Génesis 26
Isaac y Abimélec
26 1-6 En
aquel tiempo llegó a faltar comida en toda la región de Canaán, tal
como había pasado en tiempos de Abraham. Era tan grave la falta de
alimentos que Isaac pensó en irse a Egipto. Pero Dios se le apareció a
Isaac y le dijo:
«No
vayas a Egipto. Es mejor que te vayas por algún tiempo a Guerar, donde
vive Abimélec, rey de los filisteos. Yo prometo estar siempre contigo, y
bendecirte en todo. Además, a ti y a tus descendientes voy a darles
todas estas tierras. Así cumpliré el juramento que le hice a tu padre
Abraham. Voy a hacer que tus descendientes sean tan numerosos como las
estrellas del cielo. Por medio de ellos bendeciré a todas las naciones
de la tierra, porque Abraham me obedeció y cumplió con todo lo que le
ordené».
Fue así como Isaac fue a Guerar para hablar con Abimélec, y se quedó a vivir allá. 7 Cuando
los hombres de aquel lugar le preguntaban por Rebeca, él decía que era
su hermana y no su esposa.
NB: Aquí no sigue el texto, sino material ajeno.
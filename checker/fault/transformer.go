package fault

import (
	"errors"
	"math"

	"boardproof/checker/units"
	"boardproof/checker/working"
)

func relativeImpedanceOf(symbol string) working.Interval {
	return limits[units.Percentage](symbol, 0.001, 0.30)
}

// TransformerImpedanceFormula is Z_T.
var TransformerImpedanceFormula = working.Formula{
	ID: "fault.transformer_impedance", Symbol: "Z_T", Name: "impedance of the transformer",
	Equation: "{u_kr}·{U_rT}²/{S_rT}", Source: iec60909("6.3.1, eq. (7)", recomputed),
	Range: []working.Interval{relativeImpedanceOf("u_kr"), voltageOf("U_rT"), powerOf("S_rT")},
}

// TransformerImpedance returns the impedance of a two-winding transformer on the side whose
// rated voltage is given.
//
//	Z_T = u_kr·U_rT² / S_rT
//
// Source: IEC 60909-0 6.3.1; confirmed by testdata/iec60909/tr60909-4.yaml (Z_TK as
// published) and fault-levels.yaml.
func TransformerImpedance(impedance units.Percentage, rated units.Volt, rating units.VoltAmpere) (units.Ohm, error) {
	return shareOfBase(&TransformerImpedanceFormula, impedance, rated, rating)
}

// TransformerResistanceFromShareFormula is R_T from u_Rr.
var TransformerResistanceFromShareFormula = working.Formula{
	ID: "fault.transformer_resistance_from_share", Symbol: "R_T", Name: "resistance of the transformer",
	Equation: "{u_Rr}·{U_rT}²/{S_rT}", Source: iec60909("6.3.1, eq. (8)", recomputed),
	Range: []working.Interval{limits[units.Percentage]("u_Rr", 0, 0.1), voltageOf("U_rT"), powerOf("S_rT")},
}

// TransformerResistanceFromShare returns the resistance of a transformer from the resistive
// part of its short-circuit voltage.
//
//	R_T = u_Rr·U_rT² / S_rT
//
// Source: IEC 60909-0 6.3.1; confirmed by testdata/iec60909/tr60909-4.yaml clause 4.
func TransformerResistanceFromShare(share units.Percentage, rated units.Volt, rating units.VoltAmpere) (units.Ohm, error) {
	return shareOfBase(&TransformerResistanceFromShareFormula, share, rated, rating)
}

func shareOfBase(f *working.Formula, share units.Percentage, rated units.Volt, rating units.VoltAmpere) (units.Ohm, error) {
	if err := f.CheckRange(float64(share), float64(rated), float64(rating)); err != nil {
		return 0, err
	}
	return finite[units.Ohm](f, float64(share)*float64(rated)*float64(rated)/float64(rating))
}

// TransformerResistanceFromLossFormula is R_T from the load loss.
var TransformerResistanceFromLossFormula = working.Formula{
	ID: "fault.transformer_resistance_from_loss", Symbol: "R_T", Name: "resistance of the transformer",
	Equation: "{P_krT}·{U_rT}²/{S_rT}²", Source: iec60909("6.3.1, eq. (8)", recomputed),
	Range: []working.Interval{limits[units.Watt]("P_krT", 0, 10e6), voltageOf("U_rT"), powerOf("S_rT")},
}

// TransformerResistanceFromLoss returns the resistance of a transformer from its load loss
// at rated current.
//
//	R_T = P_krT·U_rT² / S_rT²
//
// Source: IEC 60909-0 6.3.1; confirmed by testdata/iec60909/tr60909-4.yaml clause 3 and
// reference-cases.yaml.
func TransformerResistanceFromLoss(loss units.Watt, rated units.Volt, rating units.VoltAmpere) (units.Ohm, error) {
	f := &TransformerResistanceFromLossFormula
	if err := f.CheckRange(float64(loss), float64(rated), float64(rating)); err != nil {
		return 0, err
	}
	perVolt := float64(rated) / float64(rating)
	return finite[units.Ohm](f, float64(loss)*perVolt*perVolt)
}

// TransformerReactanceFormula is X_T.
var TransformerReactanceFormula = working.Formula{
	ID: "fault.transformer_reactance", Symbol: "X_T", Name: "reactance of the transformer",
	Equation: "√({Z_T}² − {R_T}²)", Source: iec60909("6.3.1, eq. (9)", recomputed),
	Range: []working.Interval{impedanceOf("Z_T"), partOf("R_T")},
}

// TransformerParts are what the reactance of a transformer follows from.
type TransformerParts struct {
	Impedance, Resistance units.Ohm
}

// TransformerReactance returns the reactance of a transformer. The resistance must be
// smaller than the impedance.
//
//	X_T = √(Z_T² − R_T²)
//
// Source: IEC 60909-0 6.3.1; confirmed by testdata/iec60909/tr60909-4.yaml.
func TransformerReactance(p TransformerParts) (units.Ohm, error) {
	f := &TransformerReactanceFormula
	if err := f.CheckRange(float64(p.Impedance), float64(p.Resistance)); err != nil {
		return 0, err
	}
	if p.Resistance >= p.Impedance {
		return 0, errors.New("the resistance R_T " + units.Format(p.Resistance) + " is not smaller than the impedance Z_T " + units.Format(p.Impedance))
	}
	z, r := float64(p.Impedance), float64(p.Resistance)
	return finite[units.Ohm](f, math.Sqrt((z-r)*(z+r)))
}

// RelativeReactanceFormula is x_T.
var RelativeReactanceFormula = working.Formula{
	ID: "fault.relative_reactance", Symbol: "x_T", Name: "relative reactance of the transformer",
	Equation: "{X_T}·{S_rT}/{U_rT}²", Source: iec60909("6.3.3", recomputed),
	Range: []working.Interval{partOf("X_T"), powerOf("S_rT"), voltageOf("U_rT")},
}

// RelativeReactance returns the reactance of a transformer related to its rating.
//
//	x_T = X_T·S_rT / U_rT²
//
// Source: IEC 60909-0 6.3.3; confirmed by testdata/iec60909/tr60909-4.yaml (Z_TK).
func RelativeReactance(reactance units.Ohm, rating units.VoltAmpere, rated units.Volt) (units.Percentage, error) {
	f := &RelativeReactanceFormula
	if err := f.CheckRange(float64(reactance), float64(rating), float64(rated)); err != nil {
		return 0, err
	}
	return finite[units.Percentage](f, float64(reactance)*float64(rating)/(float64(rated)*float64(rated)))
}

// TransformerCorrectionFormula is K_T.
var TransformerCorrectionFormula = working.Formula{
	ID: "fault.transformer_correction", Symbol: "K_T", Name: "correction factor of the transformer",
	Equation: "0.95·{c_max}/(1 + 0.6·{x_T})", Source: iec60909("6.3.3, eq. (12a)", recomputed),
	Range: []working.Interval{factorOf("c_max"), limits[units.Percentage]("x_T", 0, 0.30)},
	Note:  "used for the largest current only; c_max of the low-voltage side",
}

// TransformerCorrection returns the correction factor of a network transformer. It belongs
// to the largest currents only (6.3.3 of the edition of 2016, seen indirectly).
//
//	K_T = 0.95·c_max / (1 + 0.6·x_T)
//
// Source: IEC 60909-0 6.3.3; confirmed by testdata/iec60909/tr60909-4.yaml (Z_TK as
// published).
func TransformerCorrection(cMax units.Ratio, relativeReactance units.Percentage) (units.Ratio, error) {
	f := &TransformerCorrectionFormula
	if err := f.CheckRange(float64(cMax), float64(relativeReactance)); err != nil {
		return 0, err
	}
	return finite[units.Ratio](f, 0.95*float64(cMax)/(1+0.6*float64(relativeReactance)))
}

func correctionOf(symbol string) working.Interval {
	return limits[units.Ratio](symbol, 0.5, 1.5)
}

// CorrectedResistanceFormula and CorrectedReactanceFormula are the parts of Z_TK.
var (
	CorrectedResistanceFormula = working.Formula{
		ID: "fault.corrected_resistance", Symbol: "R_TK", Name: "resistance of the transformer, corrected",
		Equation: "{K_T}·{R_T}", Source: iec60909("6.3.3", recomputed),
		Range: []working.Interval{correctionOf("K_T"), partOf("R_T")},
	}
	CorrectedReactanceFormula = working.Formula{
		ID: "fault.corrected_reactance", Symbol: "X_TK", Name: "reactance of the transformer, corrected",
		Equation: "{K_T}·{X_T}", Source: iec60909("6.3.3", recomputed),
		Range: []working.Interval{correctionOf("K_T"), partOf("X_T")},
	}
)

// CorrectedResistance returns the resistance of a transformer for the largest current.
//
//	R_TK = K_T·R_T
//
// Source: IEC 60909-0 6.3.3; confirmed by testdata/iec60909/tr60909-4.yaml.
func CorrectedResistance(factor units.Ratio, resistance units.Ohm) (units.Ohm, error) {
	return corrected(&CorrectedResistanceFormula, factor, resistance)
}

// CorrectedReactance returns the reactance of a transformer for the largest current.
//
//	X_TK = K_T·X_T
//
// Source: IEC 60909-0 6.3.3; confirmed by testdata/iec60909/tr60909-4.yaml.
func CorrectedReactance(factor units.Ratio, reactance units.Ohm) (units.Ohm, error) {
	return corrected(&CorrectedReactanceFormula, factor, reactance)
}

func corrected(f *working.Formula, factor units.Ratio, part units.Ohm) (units.Ohm, error) {
	if err := f.CheckRange(float64(factor), float64(part)); err != nil {
		return 0, err
	}
	return finite[units.Ohm](f, float64(factor)*float64(part))
}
Y es que tenía miedo, porque pensaba: «Rebeca
es muy hermosa; los hombres de este lugar son capaces de matarme para
quedarse con ella».
8 Un día, Abimélec estaba mirando desde su ventana, y vio que Isaac estaba acariciando a Rebeca. 9-10 Entonces lo mandó a llamar y le reclamó:
—¡Tú
no me puedes engañar! ¡Esta mujer no es tu hermana, es tu esposa! ¿Por
qué nos has hecho esto? ¡Si alguno de mis hombres hubiera tenido
relaciones sexuales con ella, tú nos habrías hecho culpables a todos!
Isaac se disculpó:
—Es que tuve miedo de que me mataran para quedarse con ella.
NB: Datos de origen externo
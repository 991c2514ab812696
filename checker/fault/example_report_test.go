package fault_test

import (
	"math"
	"testing"

	"boardproof/checker/fault"
	"boardproof/checker/units"
)

type report struct {
	Clause3 struct {
		CMax           float64 `yaml:"c_max"`
		NominalV       float64 `yaml:"nominal_v"`
		Network        networkData
		T1             transformerData `yaml:"T1"`
		T2             transformerData `yaml:"T2"`
		L1             cableData       `yaml:"L1"`
		L2             cableData       `yaml:"L2"`
		L3             cableData       `yaml:"L3"`
		L4             cableData       `yaml:"L4"`
		Published      map[string][2]printed
		RecomputedData struct {
			Ik3, Ik1 [3]float64
			Ip       [3]float64 `yaml:"ip_method_c"`
		} `yaml:"recomputed"`
	} `yaml:"clause_3"`
	Clause4 struct {
		Network     networkData
		Cable       cableData
		Transformer transformerData
		Motor1      motorData `yaml:"motor_1"`
		Motor2      motorData `yaml:"motor_2"`
		Published   map[string][2]printed
	} `yaml:"clause_4"`
}

// recomputedTolerance: the file gives five digits.
const recomputedTolerance = 3e-5

// at20Hz is the frequency of method C over the network's.
const at20Hz = 20.0 / 50

// steppedTolerance is for published values that were computed from rounded intermediate ones.
const steppedTolerance = 1e-3

// nearPrinted compares within the rounding of the print or the steppedTolerance.
func nearPrinted(t *testing.T, what string, got float64, want printed) {
	t.Helper()
	if math.Abs(got-want.value) > want.half {
		t.Logf("%s: deviates by %.2g", what, within(t, what, got, want.value, steppedTolerance))
	}
}

// scaled is an impedance with its reactance at another frequency: method C, which the
// package does not offer, serves here to check the network against the published peaks.
func scaled(z fault.Impedance, by float64) fault.Impedance {
	z.Reactance *= units.Ohm(by)
	return z
}

func TestReportClause3(t *testing.T) {
	t.Parallel()
	data := read[report](t, "tr60909-4.yaml").Clause3
	c, nominal := units.Ratio(data.CMax), units.Volt(data.NominalV)
	if got := must(fault.VoltageFactorMax(nominal, 0.06)); got != c {
		t.Errorf("c_max at 6 %%: computed %v, expected %v", got, c)
	}
	zq := must(fault.FeederImpedanceFromCurrent(units.Ratio(data.Network.C), units.Volt(data.Network.KV*1e3), units.Ampere(data.Network.IkKA*1e3)))
	q := feederUnstated(zq, data.T1.ratio())
	t1, t2 := data.T1.corrected(c), data.T2.corrected(c)
	t1Zero, t2Zero := zeroSequence(t1, data.T1.R0, data.T1.X0), zeroSequence(t2, data.T2.R0, data.T2.X0)
	l1, l2, l3, l4 := data.L1.at(20), data.L2.at(20), data.L3.at(20), data.L4.at(20)

	// F1 terminals of T1, F2 main busbar, F3 far end; the same network in any sequence and
	// at any frequency.
	network := func(q, t1, t2, l1, l2, l3, l4 fault.Impedance) [3]fault.Impedance {
		f1 := parallel(t1, series(t2, l2, l1))
		f2 := parallel(series(t1, l1), series(t2, l2))
		return [3]fault.Impedance{series(q, f1), series(q, f2), series(q, f2, l3, l4)}
	}
	positive := network(q, t1, t2, l1, l2, l3, l4)
	zero := network(fault.Impedance{}, t1Zero, t2Zero, zeroSequence(l1, data.L1.R0, data.L1.X0), zeroSequence(l2, data.L2.R0, data.L2.X0),
		zeroSequence(l3, data.L3.R0, data.L3.X0), zeroSequence(l4, data.L4.R0, data.L4.X0))
	slow := network(scaled(q, at20Hz), scaled(t1, at20Hz), scaled(t2, at20Hz), scaled(l1, at20Hz), scaled(l2, at20Hz), scaled(l3, at20Hz), scaled(l4, at20Hz))

	elements := map[string]fault.Impedance{
		"ZQt": q, "ZT1K": t1, "Z0T1": t1Zero, "ZT2K": t2, "Z0T2": t2Zero, "ZL1": l1, "ZL2": l2, "ZL3": l3, "ZL4": l4, "Zk_F1": positive[0],
	}
	if len(data.Published) != len(elements) {
		t.Errorf("the file has %d impedances, the test %d", len(data.Published), len(elements))
	}
	for name, want := range data.Published {
		nearPrinted(t, "R of "+name, milliohm(elements[name].Resistance), want[0])
		nearPrinted(t, "X of "+name, milliohm(elements[name].Reactance), want[1])
	}
	for i := range positive {
		ik := must(fault.InitialCurrent(c, nominal, positive[i]))
		within(t, "I\"k3", kiloampere(ik), data.RecomputedData.Ik3[i], recomputedTolerance*3)
		kappa := must(fault.PeakFactor(must(fault.ROverX(slow[i])) * at20Hz))
		within(t, "ip", kiloampere(must(fault.PeakCurrent(kappa, ik))), data.RecomputedData.Ip[i], recomputedTolerance*3)
		ik1 := must(fault.EarthFaultCurrent(c, nominal, fault.Sequences{Positive: positive[i], Zero: zero[i]}))
		within(t, "I\"k1", kiloampere(ik1), data.RecomputedData.Ik1[i], recomputedTolerance*5)
	}
}

func TestReportClause4(t *testing.T) {
	t.Parallel()
	data := read[report](t, "tr60909-4.yaml").Clause4
	ratio := data.Transformer.ratio()
	zq := must(fault.FeederImpedanceFromCurrent(units.Ratio(data.Network.C), units.Volt(data.Network.KV*1e3), units.Ampere(data.Network.IkKA*1e3)))
	line := data.Cable.at(20)
	within(t, "R/X of large high-voltage motors", float64(fault.LargeHighVoltageROverX), data.Motor1.RX, rounding)
	elements := map[string]fault.Impedance{
		"ZQt": feederUnstated(zq, ratio),
		"ZL":  {Resistance: must(fault.ReferredResistance(line.Resistance, ratio)), Reactance: must(fault.ReferredReactance(line.Reactance, ratio))},
		"ZTK": data.Transformer.corrected(1.1),
		"ZM1": data.Motor1.impedance(), "ZM2_group": data.Motor2.impedance(),
	}
	if len(data.Published) != len(elements) {
		t.Errorf("the file has %d impedances, the test %d", len(data.Published), len(elements))
	}
	for name, want := range data.Published {
		nearPrinted(t, "R of "+name, float64(elements[name].Resistance), want[0])
		nearPrinted(t, "X of "+name, float64(elements[name].Reactance), want[1])
	}
}

func TestExercise(t *testing.T) {
	t.Parallel()
	data := read[struct {
		Network struct {
			MVA, Volt float64
			CMax      float64 `yaml:"c_max"`
			CMin      float64 `yaml:"c_min"`
		}
		ZMax  printed `yaml:"z_max"`
		XMax  printed `yaml:"x_max"`
		ZMin  printed `yaml:"z_min"`
		XMin  printed `yaml:"x_min"`
		Cable struct {
			End    float64 `yaml:"end_temperature"`
			Factor printed
		}
	}](t, "lv-exercise.yaml")
	for _, row := range []struct {
		name string
		c    float64
		z, x printed
	}{{"largest", data.Network.CMax, data.ZMax, data.XMax}, {"smallest", data.Network.CMin, data.ZMin, data.XMin}} {
		z := must(fault.FeederImpedanceFromPower(units.Ratio(row.c), units.Volt(data.Network.Volt), units.VoltAmpere(data.Network.MVA*1e6)))
		asPrinted(t, row.name+" Z_Q", milliohm(z), row.z)
		asPrinted(t, row.name+" X_Q", milliohm(must(fault.FeederReactance(z, 0.1))), row.x)
	}
	asPrinted(t, "temperature factor", float64(must(fault.ResistanceAtTemperature(1, units.Celsius(data.Cable.End)))), data.Cable.Factor)
}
11 Enseguida Abimélec le ordenó a todo el pueblo:
—Cualquiera que moleste a este hombre o a su mujer, será condenado a muerte.
12 Ese
mismo año, Dios le dio a Isaac una cosecha tan abundante, que produjo
cien veces más de lo que había sembrado en aquella tierra. 13 Así ganó Isaac mucho dinero, y llegó a ser muy rico y poderoso. 14 Llegó a tener tantas ovejas y vacas, y tantos sirvientes, que despertó la envidia de los filisteos. 15 Por eso los filisteos taparon con tierra todos los pozos que Abraham había mandado abrir. 16 Hasta Abimélec llegó a decirle: «Vete de aquí, pues ya eres más poderoso que nosotros».
17 Isaac se fue de Guerar, pero se quedó a vivir en el valle. 18 Cuando
Abraham aún vivía, había mandado abrir unos pozos allí, pero después de
su muerte los filisteos los habían vuelto a tapar. Isaac volvió a
abrirlos y les puso los mismos nombres que les había puesto su padre.19 Un día, los sirvientes de Isaac estaban abriendo un pozo en el valle y descubrieron un manantial. 20 Pero los pastores de Guerar se pelearon con los pastores de Isaac, pues decían que esa agua les pertenecía. Por eso Isaac llamó a ese pozo «Pelea». 21 Hicieron otro pozo, pero también pelearon por él, por lo que Isaac le puso por nombre «Pleito». 22 Luego se alejó de allí y volvió a abrir otro pozo, y ya nadie peleó. Entonces lo llamó «Libertad», pues dijo: «Al fin Dios nos ha dado libertad para prosperar en este lugar».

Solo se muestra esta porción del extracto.